About one-third of the reported items were related to sub-optimal
processes that needed to be fixed. In other words, they reported
instances of PD that had a direct negative consequence to the developers
and their work. Such study provides a preliminary definition, but
without a full empirical investigation to support it.
In summary, PD, similarly to TD, is potentially a harmful phenomenon
affecting software practitioners’ performance and the quality of
software. Despite this, there is a knowledge gap about PD.
In this paper, we aim to address this gap by exploring PD through an
empirical study by gathering experiences from practitioners in four
international software companies. In particular, we investigated the
following research questions:
RQ1: What is Process Debt?
RQ1.1: How can Process Debt be defined?
RQ1.2: What types of Process Debt exist?
RQ2: How does Process Debt occur?
RQ2.1: How is Process Debt accumulated?
RQ2.2: What are the causes of Process Debt?
RQ2.3: What causes are the most common?
RQ2.4: What are the negative consequences of Process Debt?
RQ2.5: What consequences are the most harmful?
RQ3 How can PD be managed?
RQ3.1 What mitigation strategies do companies use to manage PD? (results
from interviews, longitudinal and workshop)
RQ3.2 What mitigation strategies are still missing to manage PD?
RQ4 Time dimension (results from longitudinal case study)
R4: How did PD change over time, and how was it managed?
First
and foremost, PD needs to be understood and defined.

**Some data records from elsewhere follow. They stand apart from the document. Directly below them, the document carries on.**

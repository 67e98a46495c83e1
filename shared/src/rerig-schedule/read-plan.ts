import { dayOfNumber } from '../fatigue/life/days.js';
import type { VisitKind } from './plan-input.js';
import type { LateTask, PlannedTask, PlannedVisit, VesselPlan } from './vessel-plan.js';
import type { ModelTask, OfferedVisit, OfferedWork, VesselModel } from './vessel-model.js';

/** What a solution settles: windows and tasks by their number in the model. */
export interface VesselChoice {
  visits: { window: number; kind: VisitKind }[];
  works: { taskIndex: number; window: number; kind: VisitKind }[];
}

/** How one duty fares under a choice. */
export interface DutyOutcome {
  taskIndex: number;
  /** Each doing that counts, in order, with the day it was due; null window: not done again by the horizon's end. */
  steps: { window: number | null; dueDay: number; doneDay: number; lateDays: number }[];
  lateDays: number;
}

/**
 * The plan in days and money that a choice of visits and work amounts to. Every figure is added up anew in whole minor
 * units and whole days from the input, none is taken from the solver's arithmetic.
 */
export function readPlan(
  model: VesselModel,
  choice: VesselChoice,
  lateTasks: LateTask[],
  remarks: string[],
): Omit<VesselPlan, 'proof'> {
  const outcomes = dutyOutcomes(model, choice);
  const visits = [...choice.visits]
    .sort((one, other) => one.window - other.window)
    .map((visit) => plannedVisit(model, choice, outcomes, visit.window, visit.kind));
  return {
    asOfOn: model.input.asOfOn,
    horizonEndOn: model.input.horizonEndOn,
    currency: model.input.currency,
    visits,
    totalMinor: sum(visits.map(({ totalMinor }) => totalMinor)),
    hours: sum(visits.map(({ hours }) => hours)),
    lateDays: sum(outcomes.map(({ lateDays }) => lateDays)),
    lateTasks,
    withoutDate: model.tasks.filter(({ dueDay }) => dueDay === null).map(({ task }) => task.name),
    remarks,
  };
}

/** What a choice costs, whole minor units, visits, tasks and contingency together. */
export function costOfChoice(model: VesselModel, choice: VesselChoice): number {
  const visits = choice.visits.map(({ window, kind }) => offerOf(model, window, kind));
  const works = choice.works.map(({ taskIndex, kind }) => workOf(model.tasks[taskIndex], kind));
  return sum([...visits, ...works].map(({ costMinor, contingencyMinor }) => costMinor + contingencyMinor));
}

/** How every duty fares under a choice. */
export function dutyOutcomes(model: VesselModel, choice: VesselChoice): DutyOutcome[] {
  return model.tasks.flatMap(({ task, dueDay, doneDays, againAfterDays }, taskIndex) => {
    if (dueDay === null) return [];
    const counts = (other: number, window: number): boolean =>
      other === taskIndex ||
      (task.alsoDoneBy.includes(model.tasks[other].task.id) &&
        model.tasks[other].doneDays[window] === doneDays[window]);
    const windows = [
      ...new Set(
        choice.works.filter((work) => counts(work.taskIndex, work.window)).map(({ window }) => window),
      ),
    ];
    let due = dueDay;
    const steps: DutyOutcome['steps'] = windows
      .sort((one, other) => one - other)
      .map((window) => {
        const doneDay = doneDays[window];
        const step = { window, dueDay: due, doneDay, lateDays: Math.max(0, doneDay - due) };
        due = doneDay + againAfterDays;
        return step;
      });
    if (due < model.horizonDay) {
      steps.push({ window: null, dueDay: due, doneDay: model.horizonDay, lateDays: model.horizonDay - due });
    }
    return [{ taskIndex, steps, lateDays: sum(steps.map(({ lateDays }) => lateDays)) }];
  });
}

function plannedVisit(
  model: VesselModel,
  choice: VesselChoice,
  outcomes: DutyOutcome[],
  window: number,
  kind: VisitKind,
): PlannedVisit {
  const open = model.windows[window];
  const offer = offerOf(model, window, kind);
  const tasks = choice.works
    .filter((work) => work.window === window)
    .sort((one, other) => one.taskIndex - other.taskIndex)
    .map((work) =>
      plannedTask(model, outcomes, work.taskIndex, window, workOf(model.tasks[work.taskIndex], kind)),
    );
  const dues = tasks.flatMap(({ dueOn, lateDays }) => (dueOn === null || lateDays > 0 ? [] : [dueOn]));
  const startOn = dayOfNumber(open.startDay);
  return {
    windowId: open.window.id,
    kind,
    startOn,
    doneByOn: [open.window.closesOn, ...dues].reduce((least, day) => (day < least ? day : least)),
    locked: offer.locked,
    visitCostMinor: offer.costMinor,
    visitContingencyMinor: offer.contingencyMinor,
    tasks,
    hours: offer.hours + sum(tasks.map(({ hours }) => hours)),
    totalMinor:
      offer.costMinor +
      offer.contingencyMinor +
      sum(tasks.map(({ costMinor, contingencyMinor }) => costMinor + contingencyMinor)),
  };
}

function plannedTask(
  model: VesselModel,
  outcomes: DutyOutcome[],
  taskIndex: number,
  window: number,
  work: OfferedWork,
): PlannedTask {
  const { task, doneDays, againAfterDays } = model.tasks[taskIndex];
  const step = outcomes
    .find((outcome) => outcome.taskIndex === taskIndex)
    ?.steps.find((candidate) => candidate.window === window);
  const doneDay = doneDays[window];
  const orderDay = task.leadDays > 0 ? doneDay - task.leadDays - model.input.orderMarginDays : null;
  return {
    taskId: task.id,
    name: task.name,
    partIds: task.partIds,
    action: task.action,
    ground: task.ground,
    dueOn: step === undefined ? null : dayOfNumber(step.dueDay),
    doneOn: dayOfNumber(doneDay),
    lateDays: step?.lateDays ?? 0,
    nextDueOn: Number.isFinite(againAfterDays) ? dayOfNumber(doneDay + againAfterDays) : null,
    orderByOn: orderDay === null ? null : dayOfNumber(orderDay),
    orderNow: orderDay !== null && orderDay < model.asOfDay,
    costMinor: work.costMinor,
    contingencyMinor: work.contingencyMinor,
    hours: work.hours,
  };
}

function offerOf(model: VesselModel, window: number, kind: VisitKind): OfferedVisit {
  return model.windows[window].offers.find((offer) => offer.kind === kind)!;
}

function workOf(modelTask: ModelTask, kind: VisitKind): OfferedWork {
  return modelTask.work.find((work) => work.kind === kind)!;
}

function sum(values: readonly number[]): number {
  return values.reduce((total, value) => total + value, 0);
}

This would help
facilitate reasoning and provide a clear reference point of PD (RQ1).
Then, we need to understand how PD occurs in practice, including causes
and consequences, and which types of PD are more frequent and impactful.

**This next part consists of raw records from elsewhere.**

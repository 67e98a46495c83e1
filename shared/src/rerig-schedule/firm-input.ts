import type { PlanInput, VisitKind } from './plan-input.js';

/** Room a yard has in one window. What is left out has no limit. */
export interface YardWindow {
  id: string;
  riggerHours?: number;
  /** Vessels that can lie there for each kind of visit. */
  berths?: Partial<Record<VisitKind, number>>;
}

/** All vessels of a firm against the room of its yard. Windows of vessels and yard are the same where ids are. */
export interface FirmInput {
  windows: readonly YardWindow[];
  vessels: readonly { vesselId: string; name: string; input: PlanInput }[];
  /** What a task's day past its date weighs against money, minor units; {@link DEFAULT_LATE_DAY_COST_MINOR}. */
  lateDayCostMinor: number;
}

/**
 * Weight of a day late: so high that a lift is paid before a part runs ten days over. An engineering choice without a
 * source; it decides only where a yard has too little room for every vessel to be in time.
 */
export const DEFAULT_LATE_DAY_COST_MINOR = 50_000;
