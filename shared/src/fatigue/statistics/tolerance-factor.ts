import { gammaln } from 'simple-statistics';
import { normalCdf, normalQuantile } from './normal.js';

const INTERVALS = 2000;

/**
 * One-sided tolerance factor k: with the stated confidence, mean - k * standard deviation of so many tests lies below
 * what the stated share of the population survives. It is the quantile of a non-central t distribution over sqrt(n).
 *
 * @param tests number of tests, 2 or more
 * @param survival share of the population, between 0.5 and 1
 * @param confidence between 0 and 1
 * @returns k, to about six digits
 * @throws RangeError outside those bounds
 * @example toleranceFactor(10, 0.95, 0.75) // 2.104
 */
export function toleranceFactor(tests: number, survival: number, confidence: number): number {
  if (!(Number.isInteger(tests) && tests >= 2))
    throw new RangeError(`Two tests or more are needed, not ${tests}.`);
  if (!(survival >= 0.5 && survival < 1))
    throw new RangeError(`The share must lie between 0.5 and 1, not ${survival}.`);
  if (!(confidence > 0 && confidence < 1)) {
    throw new RangeError(`The confidence must lie between 0 and 1, not ${confidence}.`);
  }
  const root = Math.sqrt(tests);
  const shift = normalQuantile(survival) * root;
  let low = -10;
  let high = 1;
  while (nonCentralTCdf(high * root, tests - 1, shift) < confidence) high *= 2;
  for (let step = 0; step < 60; step++) {
    const middle = (low + high) / 2;
    if (nonCentralTCdf(middle * root, tests - 1, shift) < confidence) low = middle;
    else high = middle;
  }
  return (low + high) / 2;
}

/** The mean over w = sqrt(chi-square / freedom) of Phi(t * w - shift), by Simpson's rule. */
function nonCentralTCdf(t: number, freedom: number, shift: number): number {
  // w has mean about 1 and standard deviation about 1 / sqrt(2 * freedom); twelve of them leave nothing outside.
  const upper = 1 + 12 / Math.sqrt(2 * freedom);
  const width = upper / INTERVALS;
  const lnConstant = Math.LN2 + (freedom / 2) * Math.log(freedom / 2) - gammaln(freedom / 2);
  let sum = 0;
  for (let i = 0; i <= INTERVALS; i++) {
    const w = i * width;
    const density =
      w === 0
        ? freedom === 1
          ? Math.exp(lnConstant)
          : 0
        : Math.exp(lnConstant + (freedom - 1) * Math.log(w) - (freedom * w * w) / 2);
    const weight = i === 0 || i === INTERVALS ? 1 : i % 2 === 1 ? 4 : 2;
    sum += weight * density * normalCdf(t * w - shift);
  }
  return (sum * width) / 3;
}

In other words, we need to understand the state of practice of PD (RQ2),
which would help both recognize PD for practitioners as well as present
a baseline to collect novel results in the future and develop novel
techniques. In this regard, PD needs to be managed, which requires
mitigation strategies to avoid, repay or mitigate the occurrence of PD
(RQ3): we need to understand both the state of the practice, but also
what is needed in the foreseeable future. Finally, we need to understand
how PD occurs and is explicitly managed by looking at its evolution over
time (RQ4).
The main contributions are:
- a comprehensive framework to practically and theoretically reason
about PD, including:
- causes, consequences and types of PD
- occurrence patterns and evolution of PD over time
- a survey of the state of practice for PD management in five companies
- evidence of concrete instances covering each type of PD
- mitigation strategies to manage PD
- extensive validation of results by triangulating methods and sources
across contexts
The remainder of this paper is organized as follows. First, we outline
existing key concepts, for example, related to software process
improvement. Then we present our methodology, and we report the results
in the same order as the RQs. Then we discuss the results, limitations
and related work, and we conclude with our final remarks.